[Data items]
def correction_svgs(plt, design) -> list[dict]:
    """For each correction stage: measured, correction, corrected and target over the stage's range."""
    out = []
    for st in design.stages:
        c = (st.requirement or {}).get("curves")
        if not c:
            continue
        f = np.asarray(c["freq_hz"])
        meas, corr, tgt = (np.asarray(c[k]) for k in ("measured_db", "correction_db", "target_db"))
        fig, ax = plt.subplots(figsize=(8.0, 4.0), constrained_layout=True)
        ax.semilogx(f, meas, label="measured (smoothed)", lw=1.2)
        ax.semilogx(f, corr + float(np.median(tgt)), label="correction (float, placed at the target level)",
                    lw=1.0, ls=":")
        ax.semilogx(f, meas + corr, label="corrected", lw=1.6)
        ax.semilogx(f, tgt, label="target", lw=1.0, ls="--", color="black")
        ax.set_xlabel("frequency (Hz)")
        ax.set_ylabel("magnitude (dB)")
        ax.set_xlim(f[0], f[-1])
        ax.grid(True, which="both", alpha=0.3)
        ax.legend(fontsize=8)
        out.append({"title": f"Stage {st.index}: {st.kind} against its measurement", "svg": _svg(fig)})
    return out


def pole_zero_svg(plt, design, program) -> str | None:
    """The whole z-plane: IIR poles and zeros (float and realised) and FIR zeros."""
    fz, fp, rz, rp = poles_zeros(design, program)
    ffz, frz = fir_zeros(design, program)
    if len(fp) == 0 and len(ffz) == 0:
        return None
    fig, ax = plt.subplots(figsize=(4.6, 4.6), constrained_layout=True)
    t = np.linspace(0, 2 * np.pi, 361)
    ax.plot(np.cos(t), np.sin(t), color="0.6", lw=0.8)
    ax.plot(fz.real, fz.imag, "o", mfc="none", mec="C0", ms=7, label="float zeros (IIR)")
    ax.plot(fp.real, fp.imag, "x", color="C0", ms=7, label="float poles")
    ax.plot(rz.real, rz.imag, "o", mfc="none", mec="C1", ms=4, label="realised zeros (IIR)")
    ax.plot(rp.real, rp.imag, "+", color="C1", ms=8, label="realised poles")
    if len(ffz):
        ax.plot(ffz.real, ffz.imag, "s", mfc="none", mec="C2", ms=5, label="float zeros (FIR)")
        ax.plot(frz.real, frz.imag, ".", color="C3", ms=3, label="realised zeros (FIR)")
    allz = np.concatenate([fz, fp, rz, rp, ffz, frz])
    m = max(1.15, float(np.max(np.abs(allz))) * 1.05 if len(allz) else 1.15)
    ax.set_aspect("equal")
    ax.set_xlim(-min(m, 3.0), min(m, 3.0))
    ax.set_ylim(-min(m, 3.0), min(m, 3.0))
    ax.grid(True, alpha=0.3)
    ax.legend(fontsize=6, loc="lower left")
    return _svg(fig)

Exercise details
When you reach the end of the data, write every line out again verbatim.

Written solution
def correction_svgs(plt, design) -> list[dict]:
    """For each correction stage: measured, correction, corrected and target over the stage's range."""
    out = []
    for st in design.stages:
        c = (st.requirement or {}).get("curves")
        if not c:
            continue
        f = np.asarray(c["freq_hz"])
        meas, corr, tgt = (np.asarray(c[k]) for k in ("measured_db", "correction_db", "target_db"))
        fig, ax = plt.subplots(figsize=(8.0, 4.0), constrained_layout=True)
        ax.semilogx(f, meas, label="measured (smoothed)", lw=1.2)
        ax.semilogx(f, corr + float(np.median(tgt)), label="correction (float, placed at the target level)",
                    lw=1.0, ls=":")
        ax.semilogx(f, meas + corr, label="corrected", lw=1.6)
        ax.semilogx(f, tgt, label="target", lw=1.0, ls="--", color="black")
        ax.set_xlabel("frequency (Hz)")
        ax.set_ylabel("magnitude (dB)")
        ax.set_xlim(f[0], f[-1])
        ax.grid(True, which="both", alpha=0.3)
        ax.legend(fontsize=8)
        out.append({"title": f"Stage {st.index}: {st.kind} against its measurement", "svg": _svg(fig)})
    return out


def pole_zero_svg(plt, design, program) -> str | None:
    """The whole z-plane: IIR poles and zeros (float and realised) and FIR zeros."""
    fz, fp, rz, rp = poles_zeros(design, program)
    ffz, frz = fir_zeros(design, program)
    if len(fp) == 0 and len(ffz) == 0:
        return None
    fig, ax = plt.subplots(figsize=(4.6, 4.6), constrained_layout=True)
    t = np.linspace(0, 2 * np.pi, 361)
    ax.plot(np.cos(t), np.sin(t), color="0.6", lw=0.8)
    ax.plot(fz.real, fz.imag, "o", mfc="none", mec="C0", ms=7, label="float zeros (IIR)")
    ax.plot(fp.real, fp.imag, "x", color="C0", ms=7, label="float poles")
    ax.plot(rz.real, rz.imag, "o", mfc="none", mec="C1", ms=4, label="realised zeros (IIR)")
    ax.plot(rp.real, rp.imag, "+", color="C1", ms=8, label="realised poles")
    if len(ffz):
        ax.plot(ffz.real, ffz.imag, "s", mfc="none", mec="C2", ms=5, label="float zeros (FIR)")
        ax.plot(frz.real, frz.imag, ".", color="C3", ms=3, label="realised zeros (FIR)")
    allz = np.concatenate([fz, fp, rz, rp, ffz, frz])
    m = max(1.15, float(np.max(np.abs(allz))) * 1.05 if len(allz) else 1.15)
    ax.set_aspect("equal")
    ax.set_xlim(-min(m, 3.0), min(m, 3.0))
    ax.set_ylim(-min(m, 3.0), min(m, 3.0))
    ax.grid(True, alpha=0.3)
    ax.legend(fontsize=6, loc="lower left")
    return _svg(fig)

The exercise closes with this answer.